First spectroscopic X-ray observation of an intrinsically X-ray weak BAL quasar at z>6, measuring its absorption properties and intrinsic luminosity.

Findings

Quasar is X-ray weak by a factor of 18 compared to expectations.

Intrinsic column density of N_H ~ 2.8-4.3 x 10^23 cm^-2 measured.

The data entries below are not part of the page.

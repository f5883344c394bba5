using System.Collections.Immutable;
using RuleAndCompass.Bench;
using RuleAndCompass.Geometry;
using RuleAndCompass.Language.Syntax;
using RuleAndCompass.Making;
using RuleAndCompass.Numbers;

namespace RuleAndCompass.Tests.Bench;

/// <summary>Acts done one after another by hand, from doubles taken as the exact numbers they are.</summary>
internal sealed class ActSequence
{
    private static readonly Kit FullKit = new(true, null, new Reach(1, 2000), null, true, true, new Rational(1, 2));

    private readonly List<Act> acts = [];
    private readonly List<Comparison> comparisons = [];
    private readonly List<Kept> kept = [];
    private readonly Decider decider = new(new DeciderOptions());
    private int names;

    public Kit Kit { get; set; } = FullKit;

    public Sheet Sheet { get; set; } = new(null, 420, 297);

    public Sheet? Board { get; set; }

    public int Want { get; set; } = 1;

    public int Stage { get; set; }

    public ImmutableArray<Act> Acts => [.. acts];

    public static Rational Exact(double value) => Rational.FromDouble(value);

    public PointMark Locate(double x, double y, string? name = null, bool byScale = true, PointMark? from = null, bool auxiliary = false)
    {
        PointMark point = new(name ?? Name("P"), new Point(Exact(x), Exact(y)), auxiliary);
        acts.Add(new Locate(acts.Count + 1, Stage, Want, point, byScale, "", default, null) { From = from });
        return point;
    }

    public LineMark Lay(PointMark first, PointMark second, string? name = null)
    {
        LineMark line = new(name ?? Name("l"), Line.Through(first.Point, second.Point), false);
        acts.Add(new Lay(acts.Count + 1, Stage, Want, line, first, second, "", default, null));
        return line;
    }

    public SetOpening SetSpan(PointMark first, PointMark second) => Set(new SpanOpening(first, second));

    public SetOpening SetScale(double wanted, double? setting) => Set(new ScaleOpening(Exact(wanted), setting is { } rounded ? Exact(rounded) : null));

    public SetOpening SetFree(double chosen) => Set(new FreeOpening(Exact(chosen)));

    public SetOpening Set(Opening opening, bool beam = false)
    {
        SetOpening set = new(acts.Count + 1, Stage, Want, opening, beam, "", default, null);
        acts.Add(set);
        return set;
    }

    public CircleMark Swing(PointMark centre, SetOpening setting, string? name = null)
    {
        CircleMark circle = new(name ?? Name("c"), Circle.WithSquaredRadius(centre.Point, setting.Opening.Squared, setting.Opening.Length), false);
        acts.Add(new Swing(acts.Count + 1, Stage, Want, circle, centre, setting, "", default, null));
        return circle;
    }

    public PointMark Cross(CurveMark first, CurveMark second, int which = 0, string? name = null)
    {
        Crossing crossing = Crossing.Of((Curve)first.Figure, (Curve)second.Figure, decider);
        PointMark point = new(name ?? Name("P"), crossing.Points[which], false);
        acts.Add(new Cross(acts.Count + 1, Stage, Want, point, first, second, which, "", default, null));
        return point;
    }

    public PointMark CrossAt(CurveMark first, CurveMark second, PointMark point)
    {
        acts.Add(new Cross(acts.Count + 1, Stage, Want, point, first, second, 0, "", default, null));
        return point;
    }

    public LineMark Slide(LineMark from, PointMark through, string? name = null)
    {
        LineMark line = new(name ?? Name("l"), from.Line.SquareThrough(through.Point), false);
        acts.Add(new Slide(acts.Count + 1, Stage, Want, line, from, through, "", default, null));
        return line;
    }

    public LineMark Protract(LineMark from, PointMark at, double degrees, string? name = null)
    {
        Angle by = Angle.FromDegrees(Exact(degrees));
        LineMark line = new(name ?? Name("l"), from.Line.TurnedThrough(at.Point, by), false);
        acts.Add(new Protract(acts.Count + 1, Stage, Want, line, from, at, by, "", default, null));
        return line;
    }

    public void Compare(QuantityKind kind, Measure measure, Measure? measureY = null, double? rate = null, double? farEnd = null, string label = "it") =>
        comparisons.Add(new Comparison(
            label, kind, Real.Zero, Real.Zero, null, null, Real.Zero, new Decision(0, Verdict.Proved), null, false, true, rate, null, null, measure, measureY, farEnd, default, null));

    public void ComparePlace(PointMark point, string label = "it") =>
        Compare(QuantityKind.Point, new PointCoordinate(point, true), new PointCoordinate(point, false), label: label);

    public void CompareTurn(LineMark from, LineMark to, double? rate = null, double? farEnd = null) =>
        Compare(QuantityKind.Angle, new LineTurn(from, false, to, false, false), rate: rate, farEnd: farEnd);

    public void Keep(string name, Mark? mark, params ImmutableArray<Piece> pieces) =>
        kept.Add(new Kept(name, mark, pieces, Layer.Engraved, Weight.Plain, Dash.Whole, null, default, null));

    public Layout Layout(Hand hand) => new(
        new Script("by hand", "", []), "by hand", [], Sheet, Board, Kit, hand, [], [new Stage("1", "All")], Acts, [], [.. comparisons], [.. kept], [], false)
    {
        Decider = decider,
    };

    private string Name(string letter) => $"{letter}{++names}";
}
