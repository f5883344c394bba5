using RuleAndCompass.Accuracy;
using RuleAndCompass.Bench;
using RuleAndCompass.Geometry;
using RuleAndCompass.Language.Diagnostics;
using RuleAndCompass.Making;
using RuleAndCompass.Numbers;

namespace RuleAndCompass.Tests.Bench;

public sealed class FitnessTests
{
    private static readonly Kit Kit = new(true, 300, new Reach(2, 180), null, true, true, new Rational(1, 2));

    [Fact]
    public void A_layout_that_fits_has_no_warning()
    {
        ActSequence acts = Fitting();
        LineMark line = acts.Lay(acts.Locate(-150, 0), acts.Locate(150, 0));
        acts.Cross(line, acts.Swing(acts.Locate(0, 20), acts.SetFree(80)), 1);

        Inspect(acts).ShouldBeEmpty();
    }

    [Fact]
    public void A_point_off_the_sheet_says_by_how_much_and_where()
    {
        ActSequence acts = Fitting();
        acts.Locate(-215.25, 3, "A");

        Diagnostic finding = Inspect(acts).Single();

        finding.Code.ShouldBe("RC3101");
        finding.Severity.ShouldBe(Severity.Warning);
        finding.Message.ShouldBe("act 1: `A` lies 5.3 mm off the sheet, beyond its left edge");
        finding.Hint.ShouldBe("lay the sheet on a `board`, move or shrink the layout, or use a larger sheet");
    }

    [Fact]
    public void With_a_board_a_point_may_leave_the_sheet_but_what_is_kept_may_not()
    {
        ActSequence acts = Fitting();
        acts.Board = new Sheet(null, 600, 600);
        PointMark outside = acts.Locate(0, 200, "A");
        acts.Locate(0, -301, "B");
        acts.Keep("hole", outside, new PointPiece(outside.Point));

        Inspect(acts).Select(finding => finding.Message).ShouldBe(
        [
            "act 2: `B` lies 1 mm off the board, beyond its lower edge",
            "what is kept of `hole` runs 51.5 mm off the sheet, beyond its upper edge",
        ]);
    }

    [Fact]
    public void A_point_that_nothing_needs_may_lie_anywhere()
    {
        ActSequence acts = Fitting();
        acts.Locate(500, 0, "spare", auxiliary: true);
        PointMark used = acts.Locate(400, 0, "used", auxiliary: true);
        acts.Swing(used, acts.SetFree(50));

        Inspect(acts).Single().Message.ShouldStartWith("act 2: `used` lies 190 mm off");
    }

    // 210 mm is half the sheet, and 30 √49 exactly, though no double holds a root on the way.
    [Theory]
    [InlineData(0, 0)]
    [InlineData(1, 1)]
    public void The_edge_of_the_sheet_is_decided_exactly(int millionths, int findings)
    {
        ActSequence acts = Fitting();
        Real place = Real.Sqrt(2) * Real.Sqrt(22050) + new Rational(millionths, 1_000_000_000_000) * Real.One;
        PointMark point = new("A", new Point(place, 0), false);
        acts.Keep("A", point, new PointPiece(point.Point));

        Inspect(acts).Length.ShouldBe(findings);
    }

    [Fact]
    public void An_arc_is_kept_off_the_sheet_only_where_it_runs()
    {
        ActSequence acts = Fitting();
        PointMark centre = acts.Locate(150, 0);
        CircleMark circle = acts.Swing(centre, acts.SetFree(100), "rim");
        Point top = new(150, 100);
        Point bottom = new(150, -100);
        acts.Keep("inner", circle, new ArcPiece(centre.Point, 100, top, bottom, Clockwise: false));
        acts.Keep("outer", circle, new ArcPiece(centre.Point, 100, top, bottom, Clockwise: true));
        acts.Keep("whole", circle, new CirclePiece(centre.Point, 100));

        Inspect(acts).Select(finding => finding.Message).ShouldBe(
        [
            "what is kept of `outer` runs 40 mm off the sheet, beyond its right edge",
            "what is kept of `whole` runs 40 mm off the sheet, beyond its right edge",
        ]);
    }

    [Theory]
    [InlineData(181, false, "act 1: 181 mm is outside the reach of the dividers, 2 mm to 180 mm", "add a `beam` compass to the kit, or make the layout smaller")]
    [InlineData(1.5, false, "act 1: 1.5 mm is outside the reach of the dividers, 2 mm to 180 mm", "use finer dividers, or a larger layout")]
    [InlineData(180, false, null, null)]
    [InlineData(1001, true, "act 1: 1001 mm is outside the reach of the beam compass, 100 mm to 1000 mm", "use a longer beam compass, or a smaller layout")]
    public void An_opening_outside_the_reach(double opening, bool beam, string? message, string? hint)
    {
        ActSequence acts = Fitting();
        if (beam)
            acts.Kit = Kit with { Beam = new Reach(100, 1000) };
        acts.Set(new FreeOpening(ActSequence.Exact(opening)), beam);

        Diagnostic? finding = Inspect(acts).SingleOrDefault();
        finding?.Code.ShouldBe("RC3103");
        finding?.Message.ShouldBe(message);
        finding?.Hint.ShouldBe(hint);
        (finding is null).ShouldBe(message is null);
    }

    [Fact]
    public void A_line_longer_than_the_straightedge_counts_all_it_is_needed_over()
    {
        ActSequence acts = Fitting();
        PointMark first = acts.Locate(-100, 0);
        LineMark line = acts.Lay(first, acts.Locate(100, 0), "bar");
        acts.Keep("bar", line, new SegmentPiece(new Point(-200, 0), new Point(150, 0)));

        Diagnostic finding = Inspect(acts).Single();
        finding.Code.ShouldBe("RC3104");
        finding.Message.ShouldBe("act 3: `bar` is needed over 350 mm, and the straightedge is 300 mm long");
    }

    [Fact]
    public void A_short_base_is_warned_of_from_a_twentieth_on()
    {
        ActSequence acts = Fitting();
        PointMark first = acts.Locate(0, 0, "A");
        PointMark near = acts.Locate(5, 0, "B");
        LineMark exactly = acts.Lay(first, near, "l");
        acts.Keep("l", exactly, new SegmentPiece(first.Point, new Point(100, 0)));
        LineMark longer = acts.Lay(first, near, "m");
        acts.Keep("m", longer, new SegmentPiece(first.Point, new Point(101, 0)));

        Diagnostic finding = Inspect(acts).Single();
        finding.Code.ShouldBe("RC3106");
        finding.Message.ShouldBe("act 4: `m` is laid to `A` and `B`, 5 mm apart, and used over 101 mm");
        finding.Hint.ShouldBe("lay it to points at least 5.1 mm apart, better half of its length; prick one farther out");
    }

    [Fact]
    public void A_crossing_at_exactly_fifteen_degrees_is_square_enough()
    {
        ActSequence acts = Fitting();
        PointMark at = acts.Locate(-100, 0);
        LineMark bar = acts.Lay(at, acts.Locate(100, 0), "bar");
        PointMark other = acts.Locate(0, 20);
        acts.Cross(bar, acts.Protract(acts.Slide(acts.Slide(bar, other), other), other, 15, "ray"));
        acts.Cross(bar, acts.Protract(acts.Slide(acts.Slide(bar, other), other), other, 14, "steep"), 0, "T");

        Diagnostic finding = Inspect(acts).Single();
        finding.Code.ShouldBe("RC3105");
        finding.Message.ShouldContain("`bar` and `steep` cross at 14°, so `T` is loose along them: 4 times the error of a square crossing");
        finding.Hint!.ShouldStartWith("find a line that crosses `bar` more squarely, or measure it along `bar` instead, ");
    }

    [Fact]
    public void A_crossing_under_five_degrees_has_a_better_way()
    {
        ActSequence acts = Fitting();
        PointMark at = acts.Locate(-100, 0, "S");
        LineMark bar = acts.Lay(at, acts.Locate(100, 0), "bar");
        LineMark ray = acts.Lay(acts.Locate(-100, -10), acts.Locate(100, 0.5), "ray");
        acts.Cross(bar, ray, 0, "T");

        Inspect(acts).Single(finding => finding.Code == "RC3105").Hint.ShouldBe("measure it along `bar` instead, 190 mm from `S`");
    }

    [Fact]
    public void An_arc_that_grazes_a_line_is_told_how_wide_to_open()
    {
        ActSequence acts = Fitting();
        LineMark bar = acts.Lay(acts.Locate(-100, 0), acts.Locate(100, 0), "bar");
        CircleMark arc = acts.Swing(acts.Locate(0, 60), acts.SetFree(61), "arc");
        acts.Cross(bar, arc, 1, "T");

        // 60 / cos 15° = 62.1.
        Inspect(acts).Single().Hint.ShouldBe("an opening over 63 mm crosses it more squarely");
    }

    [Fact]
    public void Two_arcs_that_graze_are_told_which_way_to_change()
    {
        ActSequence acts = Fitting();
        PointMark left = acts.Locate(-60, 0);
        PointMark right = acts.Locate(60, 0);
        SetOpening near = acts.SetFree(60.2);
        acts.Cross(acts.Swing(left, near), acts.Swing(right, near));
        acts.Cross(acts.Swing(left, acts.SetFree(20)), acts.Swing(acts.Locate(-40, 0), acts.SetFree(39.5)));

        Inspect(acts).Where(finding => finding.Code == "RC3105").Select(finding => finding.Hint).ShouldBe(
            ["larger openings cross more squarely", "openings nearer to each other cross more squarely"]);
    }

    [Theory]
    [InlineData(0.4, true)]
    [InlineData(0.5, true)]
    [InlineData(0.51, false)]
    public void Points_within_half_a_millimetre_are_one_at_the_bench(double apart, bool warned)
    {
        ActSequence acts = Fitting();
        acts.Locate(0.75, 0, "A");
        acts.Locate(0.75 + apart, 0, "B");

        Diagnostic? finding = Inspect(acts).SingleOrDefault();
        finding?.Code.ShouldBe("RC3107");
        finding?.Message.ShouldStartWith("act 2: `B` is pricked ");
        (finding is not null).ShouldBe(warned);
    }

    [Fact]
    public void Many_points_are_looked_through_quickly_and_each_warns_of_its_nearest_only()
    {
        ActSequence acts = Fitting();
        for (int point = 0; point < 20; point++)
            acts.Locate(point / 8.0, 0);

        Inspect(acts).Length.ShouldBe(19);
    }

    private static ActSequence Fitting() => new() { Kit = Kit };

    private static Diagnostic[] Inspect(ActSequence acts) => [.. LayoutFitness.Inspect(acts.Layout(Hand.Ordinary))];
}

Identified as the highest redshift obscured quasar with direct absorption measurement.

Abstract

We report X-ray observations of the most distant known gravitationally lensed quasar, J0439+1634 at $z=6.52$, which is also a broad absorption line (BAL) quasar, using the XMM-Newton Observatory. With a 130 ks exposure, the quasar is significantly detected as a point source at the optical position with a total of 358$^{+19}_{-19}$ net counts using the EPIC instrument. By fitting a power-law plus Galactic absorption model to the observed spectra, we obtain a spectral slope of $\Gamma=1.45^{+0.10}_{-0.09}$. The derived optical-to-X-ray spectral slope $\alpha_{\rm{ox}}$ is $-2.07^{+0.01}_{-0.01}$, suggesting that the X-ray emission of J0439+1634 is weaker by a factor of 18 than the expectation based on its 2500 Angstrom luminosity and the average $\alpha_{\rm{ox}}$ vs. luminosity relationship. This is the first time that an X-ray weak BAL quasar at $z>6$ has been observed spectroscopically. Its X-ray weakness is consistent with the properties of BAL quasars at lower redshift. By fitting a model including an intrinsic absorption component, we obtain intrinsic column densities of $N_{\rm{H}}=2.8^{+0.7}_{-0.6}\times10^{23}\,\rm{cm}^{-2}$ and $N_{\rm{H}}= 4.3^{+1.8}_{-1.5}\times10^{23}\,\rm{cm}^{-2}$, assuming a fixed $\Gamma$ of 1.9 and a free $\Gamma$, respectively. The intrinsic rest-frame 2--10 keV luminosity is derived as $(9.4-15.1)\times10^{43}\,\rm{erg\,s}^{-1}$, after correcting for lensing magnification ($\mu=51.3$). The absorbed power-law model fitting indicates that J0439+1634 is the highest redshift obscured quasar with a direct measurement of the absorbing column density. The intrinsic high column density absorption can reduce the X-ray luminosity by a factor of $3-7$, which also indicates that this quasar could be a candidate of intrinsically X-ray weak quasar.